Thirteen

Instead of bread, the next morning Kate made something different. It was five days before Easter, so she baked cupcakes and topped them with a thick layer of white frosting. She dyed coconut green for grass and placed tiny hummingbird candy eggs in the coconut grass. As she stuck pipe cleaners in the cupcakes to look like little handles, her thoughts turned to Rob, where they'd been stuck since yesterday.

You can't say no forever, Kate Hamilton. Someday I'm going to make you say yes, he'd said. Someday real soon.

His threat worried her. Not on a physical level. She didn't believe for a second that Rob would force her to do anything. She was worried about her attraction to him-worried that if he whispered her skin was like dessert, and that he fantasized about her, she'd get all weak and brain dead-again.

She knew Rob. She'd dated men just like him. She didn't want yet another bad relationship, but there was a part of her that tended to forget all of that when she was alone with him. The next time he called for a delivery, her grandfather would have to make it.

Kate placed the last tiny egg on the last cupcake and took a step back to view her work. 'Martha Stewart, wherever you are, eat your heart out.' By noon, she'd sold all five dozen and had orders for five dozen more.

At two, while Stanley sat in the back office working on a poem, Regina Cladis came in for a rump roast, a bag of baby carrots, and some red potatoes. 'Tiffer's home for a visit, and he loves my roast.'

'How long will he be staying?' Kate asked as she rang up the meat and placed it in a bag.

'Until the Monday after Easter,' she answered and dug around in her big purse.

'Perhaps you and Tiffer might enjoy a bit of jalapeno jelly.'

Regina looked up and pushed her heavy glasses up the bridge of her short nose. 'Jalapeno what?'

'Jalapefio jelly. It's very good served with cream cheese and spread over crackers. Or you can spread it on bagels.'

'No thanks. I don't eat bagels, and that jelly sounds horrible.'

'I don't understand why no one in this town will try it.' Kate sighed and rang up the carrots.

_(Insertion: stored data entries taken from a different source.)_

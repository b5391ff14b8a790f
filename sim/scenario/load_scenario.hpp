#pragma once
// Reading a scenario file (scenario.md) into the typed `Scenario`: strict validation, every
// problem reported at once with file:line:col, unknown and repeated keys rejected.

#include <optional>
#include <string>

#include "sim/scenario/diagnostics.hpp"
#include "sim/scenario/scenario.hpp"

namespace larder {

/// Parses and validates scenario text; every problem goes to `diag` (all at once, never just the
/// first), in file order. Returns a Scenario when diag has no errors. `file_label` names the
/// text in messages and becomes `Scenario::file`. Throws nothing but std::bad_alloc.
std::optional<Scenario> parse_scenario(const std::string& yaml_text, const std::string& file_label,
                                       Diagnostics& diag);

/// The most replications a scenario (or `-r`) may ask for.
inline constexpr int kMaxReplications = 1000000;

/// The text of a scenario file (a FIFO or device too), read with the 16 MiB cap before anything
/// larger is allocated; throws InputError when it cannot be read or is larger.
std::string read_scenario_text(const std::string& path);

/// Reads a file; throws InputError carrying all diagnostics (a missing/unreadable file is one
/// diagnostic without line).
Scenario load_scenario_file(const std::string& path);

}  // namespace larder
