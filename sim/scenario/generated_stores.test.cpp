#include "sim/scenario/generated_stores.hpp"

#include <catch2/catch.hpp>
#include <cmath>
#include <numeric>

#include "sim/random/stream.hpp"
#include "sim/stats/normal.hpp"

namespace {

double mean(const std::vector<double>& v) {
  return std::accumulate(v.begin(), v.end(), 0.0) / static_cast<double>(v.size());
}

double sd(const std::vector<double>& v) {
  const double m = mean(v);
  double ss = 0;
  for (double x : v) ss += (x - m) * (x - m);
  return std::sqrt(ss / static_cast<double>(v.size() - 1));
}

}  // namespace

TEST_CASE("generated store ids: s001, s002, ... padded to the width of the count", "[scenario]") {
  // scenario.md: "generated: { count: 40, ... } with ids s001..."
  CHECK(larder::generated_store_id(0, 40) == "s001");
  CHECK(larder::generated_store_id(39, 40) == "s040");
  CHECK(larder::generated_store_id(998, 999) == "s999");
  // Wider counts keep ids sorting in store order (our choice: pad to the width of the count).
  CHECK(larder::generated_store_id(0, 1000) == "s0001");
  CHECK(larder::generated_store_id(999, 1000) == "s1000");
}

TEST_CASE("generated store sizes: lognormal with mean 1 and the given cv", "[scenario]") {
  SECTION("cv 0 gives size 1 everywhere") {
    CHECK(larder::generated_store_sizes(5, 4, 0.0) == std::vector<double>(4, 1.0));
  }
  SECTION("the same seed gives the same network, another seed another one") {
    CHECK(larder::generated_store_sizes(11, 50, 0.3) == larder::generated_store_sizes(11, 50, 0.3));
    CHECK(larder::generated_store_sizes(11, 50, 0.3) != larder::generated_store_sizes(12, 50, 0.3));
  }
  SECTION("store i is drawn by inversion from its generation stream") {
    // Loader contract (lead's brief): u_i = to_unit(first draw of make_stream({seed, 0, i,
    // kNoItem, generation})), size = exp(sigma z - sigma^2 / 2), z = Phi^-1(u), sigma^2 =
    // log(1 + cv^2).
    const auto sizes = larder::generated_store_sizes(20261202, 3, 0.3);
    const double sigma2 = std::log(1 + 0.09);
    for (std::uint32_t i = 0; i < 3; ++i) {
      pcg32 g = larder::make_stream({20261202, 0, i, larder::kNoItem, larder::Purpose::generation});
      const double z = larder::normal_quantile(larder::to_unit(g()));
      CHECK(sizes[i] == Approx(std::exp(std::sqrt(sigma2) * z - sigma2 / 2)).epsilon(1e-14));
    }
  }
  SECTION("moments of many stores") {
    // Lognormal exp(N(mu, s^2)): mean exp(mu + s^2 / 2), CV sqrt(exp(s^2) - 1) (Johnson, Kotz
    // and Balakrishnan, Continuous Univariate Distributions vol. 1, ch. 14). Mean 1 and CV 0.3
    // give mu = -s^2 / 2 and s^2 = log(1.09). With 20000 stores the standard error of the mean
    // is 0.3 / sqrt(20000) = 0.0021 and that of the sd about 0.002: tolerances are ~5 SE.
    const auto sizes = larder::generated_store_sizes(99, 20000, 0.3);
    CHECK(mean(sizes) == Approx(1.0).margin(0.01));
    CHECK(sd(sizes) == Approx(0.3).margin(0.01));
    std::vector<double> logs;
    for (double s : sizes) logs.push_back(std::log(s));
    const double s2 = std::log(1.09);
    CHECK(mean(logs) == Approx(-s2 / 2).margin(0.01));
    CHECK(sd(logs) == Approx(std::sqrt(s2)).margin(0.01));
  }
}
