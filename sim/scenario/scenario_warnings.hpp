#pragma once
// Things in a valid scenario that are probably mistakes but may be meant (a loss leader sold
// below cost): larder runs it and says so on stderr, in `larder run` and `larder check`.

#include <string>
#include <vector>

#include "sim/scenario/scenario.hpp"

namespace larder {

/// One line per doubtful setting, `file: warning: ...`, in item order: an item whose price is
/// below its unit cost (every unit sold loses money, so a profit-seeking rule orders nothing).
std::vector<std::string> scenario_warnings(const Scenario& scenario);

}  // namespace larder

namespace larder {

/// More doubtful settings (issue 23), `file: warning: ...`: an item whose shelf_capacity is
/// below its pack_size (a pack never fits: the item is never delivered), a lead time as long as
/// the horizon or longer (no order arrives), a store closed on every scored day (nothing is
/// scored), and a cv above 5 (38 is probably 0.38: cv is a ratio, not a percentage).
std::vector<std::string> setting_warnings(const Scenario& scenario);

}  // namespace larder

'We like our jelly made with fruit,' Regina explained. 'When I first moved here from out of town, I had a hard time fitting in, too. I was treated like an outsider, just like you.'

Kate wasn't aware that she was being treated like an outsider. 'Really?'

'Yes. Myrtle Lake and me applied for the same job at the library, and when I got it instead of her, there was a big dust up because I wasn't a local. People were all bent out of shape and wouldn't come into the library.'

'Where did you live?'

'I was born and raised in Challis.'

Challis sounded familiar. 'Where's that?'

'About forty miles north.'

Kate pointed out what she thought was the obvious. 'But that's local.'

Regina shook her head and said with an absolutely straight face, 'No. It's in the next county.'

Kate was about to ask why a city forty miles north wasn't considered local, but she stopped herself. It was best not to ask too many questions. Especially since you'd get the answers. And the answers were usually followed by a tightening of Kate's forehead and a tick in her left eye. The tightening could cause wrinkles, the tick a tumor, and Kate didn't need to borrow that kind of trouble.

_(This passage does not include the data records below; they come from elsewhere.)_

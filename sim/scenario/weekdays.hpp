#pragma once
// Weekday names in scenario files (mon ... sun, lower case): single names, lists of days (open
// or delivery weekdays) and per-weekday multipliers (demand.weekday).

#include <yaml-cpp/yaml.h>

#include <array>
#include <optional>
#include <string>
#include <string_view>

#include "sim/scenario/diagnostics.hpp"
#include "sim/scenario/params.hpp"
#include "sim/scenario/scenario.hpp"

namespace larder {

/// Per-weekday values, Monday first.
using WeekdayValues = std::array<double, kDaysPerWeek>;

/// Index (0 = Monday) of a weekday name such as "mon"; nullopt for anything else.
std::optional<int> weekday_index(std::string_view name);

/// "mon, tue, wed, thu, fri, sat, sun", for messages.
std::string weekday_names_text();

/// A hint for a word that is not a weekday name: a close match or the list of names.
std::string weekday_hint(std::string_view word);

/// Reads a non-empty list of weekday names (e.g. [mon, tue]) without repeats. Problems go to
/// `diag` with `what` as the path (e.g. "stores[1].open_weekdays"); nullopt if there was any.
std::optional<WeekdaySet> read_weekday_set(const YAML::Node& node, const std::string& what,
                                           const std::string& file, Diagnostics& diag);

/// Reads a mapping from weekday name to a number in `range` (e.g. { mon: 0.9, sat: 1.4 });
/// weekdays not listed are 1. Problems go to `diag`; nullopt if there was any.
std::optional<WeekdayValues> read_weekday_values(const YAML::Node& node, const std::string& what,
                                                 Range range, const std::string& file,
                                                 Diagnostics& diag);

}  // namespace larder
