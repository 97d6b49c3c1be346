import { describe, expect, it } from 'vitest';
import {
	formatFileSize,
	MAX_BATCH_BYTES,
	MAX_PHOTO_BYTES,
	MAX_PHOTO_PIXELS,
	MAX_PHOTOS_PER_BATCH,
	precheckFiles,
	refusalReason,
	refusalStatus,
	sourceFormatFrom,
	variantWidths
} from './limits';

describe('upload limits', () => {
	it('are 15 MiB a file and 50 megapixels an image', () => {
		// IEC 80000-13: 1 MiB = 2^20 bytes; SI: mega = 10^6 (NIST SP 811).
		expect(MAX_PHOTO_BYTES).toBe(15_728_640);
		expect(MAX_PHOTO_PIXELS).toBe(50_000_000);
		// An 8000 × 7500 image is 60 megapixels: over the limit.
		expect(8000 * 7500).toBeGreaterThan(MAX_PHOTO_PIXELS);
		// adapter-node reads BODY_SIZE_LIMIT=64M as 64 × 2^20 bytes; a full batch must fit under it.
		expect(MAX_BATCH_BYTES).toBeLessThan(64 * 1024 * 1024);
	});

	it('says the limits in the refusal sentences', () => {
		expect(refusalReason('too_large')).toContain('15 MB');
		expect(refusalReason('too_many_pixels')).toContain('50 megapixels');
		expect(refusalReason('too_many_files')).toContain(String(MAX_PHOTOS_PER_BATCH));
	});
});

describe('refusalStatus', () => {
	it('answers 413 for anything too big, 415 for the wrong kind, 404 for a missing record', () => {
		// RFC 9110 §15.5.14 (413 Content Too Large), §15.5.16 (415 Unsupported Media Type).
		expect(refusalStatus(['not_image', 'too_large'])).toBe(413);
		expect(refusalStatus(['too_many_pixels'])).toBe(413);
		expect(refusalStatus(['wrong_format', 'damaged'])).toBe(415);
		expect(refusalStatus(['target_missing'])).toBe(404);
		expect(refusalStatus(['no_files'])).toBe(400);
		expect(refusalStatus(['damaged'])).toBe(400);
	});
});

describe('sourceFormatFrom', () => {
	it('takes JPEG, PNG, WebP and AV1-coded HEIF (AVIF) only', () => {
		expect(sourceFormatFrom('jpeg')).toBe('jpeg');
		expect(sourceFormatFrom('png')).toBe('png');
		expect(sourceFormatFrom('webp')).toBe('webp');
		expect(sourceFormatFrom('heif', 'av1')).toBe('avif');
		expect(sourceFormatFrom('heif', 'hevc')).toBeNull();
		expect(sourceFormatFrom('gif')).toBeNull();
		expect(sourceFormatFrom('svg')).toBeNull();
		expect(sourceFormatFrom('tiff')).toBeNull();
		expect(sourceFormatFrom(undefined)).toBeNull();
	});
});

describe('variantWidths', () => {
	it('writes the standard widths below the original and never enlarges', () => {
		expect(variantWidths(6000)).toEqual([320, 640, 1280, 1920]);
		expect(variantWidths(1920)).toEqual([320, 640, 1280, 1920]);
		expect(variantWidths(1000)).toEqual([320, 640, 1000]);
		expect(variantWidths(640)).toEqual([320, 640]);
		expect(variantWidths(200)).toEqual([200]);
		expect(() => variantWidths(0)).toThrow(RangeError);
	});
});

describe('precheckFiles', () => {
	const jpeg = (name: string, size: number) => ({ name, size, type: 'image/jpeg' });

	it('asks for a file when none is chosen', () => {
		expect(precheckFiles([]).map((r) => r.code)).toEqual(['no_files']);
	});

	it('names each file that is too big, empty or plainly not a photo', () => {
		const refusals = precheckFiles([
			jpeg('ok.jpg', 2_000_000),
			jpeg('huge.jpg', MAX_PHOTO_BYTES + 1),
			jpeg('empty.jpg', 0),
			{ name: 'notes.txt', size: 100, type: 'text/plain' },
			{ name: 'unknown', size: 100, type: '' }
		]);
		expect(refusals.map((r) => [r.file, r.code])).toEqual([
			['huge.jpg', 'too_large'],
			['empty.jpg', 'empty'],
			['notes.txt', 'wrong_format']
		]);
	});

	it('refuses a batch with too many files or too many bytes in all', () => {
		const many = Array.from({ length: MAX_PHOTOS_PER_BATCH + 1 }, (_, i) => jpeg(`${i}.jpg`, 10));
		expect(precheckFiles(many).map((r) => r.code)).toEqual(['too_many_files']);
		const heavy = Array.from({ length: 5 }, (_, i) => jpeg(`${i}.jpg`, 14 * 1024 * 1024));
		expect(precheckFiles(heavy).map((r) => r.code)).toEqual(['batch_too_large']);
	});
});

describe('formatFileSize', () => {
	it('shows MB with one decimal and kB whole', () => {
		expect(formatFileSize(2.5 * 1024 * 1024)).toBe('2.5 MB');
		expect(formatFileSize(380 * 1024)).toBe('380 kB');
		expect(formatFileSize(10)).toBe('1 kB');
	});
});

'Folks did eventually warm up to me though, and they will you. Shoot, Sheriff Taber married a gal from California. If the town can get over that travesty, they'll accept Stanley's granddaughter being from Vegas. 'Course we all go to Sin City occasionally to gamble and see the shows. So that's an easier pill to swallow.'

'What's wrong with California?' Kate asked before she thought better of it.

'Filled with hippies, potheads, and vegetarians,' Regina answered with equal disdain. ' 'Course now that Arnold is governor, he'll have that state turned around faster than you can say 'I'll be back.' He has a house in Sun Valley, you know.'

'Yes, I know.' Kate's forehead tightened as she hit Total. Wisely, she didn't ask any more questions.

Rob stuck a folder stuffed with invoices and price quotes under one arm and headed home for the evening. A full moon and an eighty-watt bulb lit up the small lot in back of Sutter Sports. It was a quarter past eleven, and he'd spent the five hours since closing putting together a special rental package for a Boy Scout group planning a camping trip the first week in June. He was leaving in the morning for Seattle, and he wanted the packages finished before he left so he could devote his full attention to his daughter.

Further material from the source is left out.